What does it mean, free trade on unequal terms? It means a class structure where all the advantages go to the largest organizations and the biggest billionaires, whose control over production determines not only who will get jobs and who will get debts, but also what kind of environment will greet them every day, whether a luxury high-rise or a destroyed suburb, whether a green, water-sucking golf-course or a blighted landscape devastated by robotic machines. This condition of fundamental inequality is clear wherever you go on earth, and it is clear right here in the USA, where we have turned imperialism against ourselves.

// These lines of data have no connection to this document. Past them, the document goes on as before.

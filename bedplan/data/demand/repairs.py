"""How far the repaired rows, and stays whose dates are doubted, carry the answer: beds wanted with them and without."""

from __future__ import annotations

from dataclasses import dataclass
from typing import TYPE_CHECKING

from bedplan.data.demand.doubted import beds_doubted
from bedplan.data.demand.estimating import estimate_demand
from bedplan.errors import BedplanError

if TYPE_CHECKING:
    from bedplan.data.cleaning.records import Records


@dataclass(frozen=True, slots=True)
class RepairEffect:
    """One ward's beds wanted on average, with repaired rows and without; None where too little is left without.

    ``if_doubted_are_true``: what it would be if the stays set aside as forgotten or mistyped lasted as long as their
    rows say.
    """

    ward: str
    beds_wanted: float
    without_repairs: float | None
    if_doubted_are_true: float


def what_repairs_change(records: Records) -> tuple[RepairEffect, ...]:
    """What would each ward want if no row had been repaired, and if no stay's dates had been doubted? A row a ward.

    None where no row was repaired and none is doubted.

    Checked by: tests/data/demand/test_repairs.py
    """
    doubted = beds_doubted(records)
    if not records.report.repaired and not doubted:
        return ()
    bare = records.without_repairs()
    return tuple(
        RepairEffect(ward, wanted, _beds_wanted(bare, ward), wanted + doubted.get(ward, 0.0))
        for ward in records.wards
        if (wanted := _beds_wanted(records, ward)) is not None
    )


def _beds_wanted(records: Records, ward: str) -> float | None:
    try:
        return estimate_demand(records, ward).beds_wanted
    except BedplanError:
        return None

We have let our own industry be destroyed by the managers of money, who saw an opportunity to exploit people in China for higher profit. We have let our education system be destroyed by the managers of money, who consider that only the rich should go to school. We have opened our own land to the resource-extraction techniques that have long been used abroad: mountain-top removal for coal, deep-sea drilling for oil, hydraulic fracking for natural gas, with all their consequences on the environment and no serious attempt to limit consumption, just an acceleration of the the deadly drive to pollute this world even faster. This has all been done under the political climate of jingoist nationalism, fostered among a defeated population, unemployed, uneducated, stranded in small towns or barren cities where the military recruiter is the brightest career prospect in sight. This has all been done for the power of the rich, the makers of bombs, the lords of oil, the finance kings.
The excuse for the War on Terror was the threat of Islamist jihad across the Muslim world: but when populations take to the streets in the Middle East today, they only do so in order to throw off Western-backed dictators. Osama bin Laden was a specter that we created. The War on Terror has been a failure for all humanity.
Yesterday was May Day, the traditional day of workers’ solidarity. Across the earth, people marched in the hope of a better world. That was a day of hope. There is nothing to celebrate today.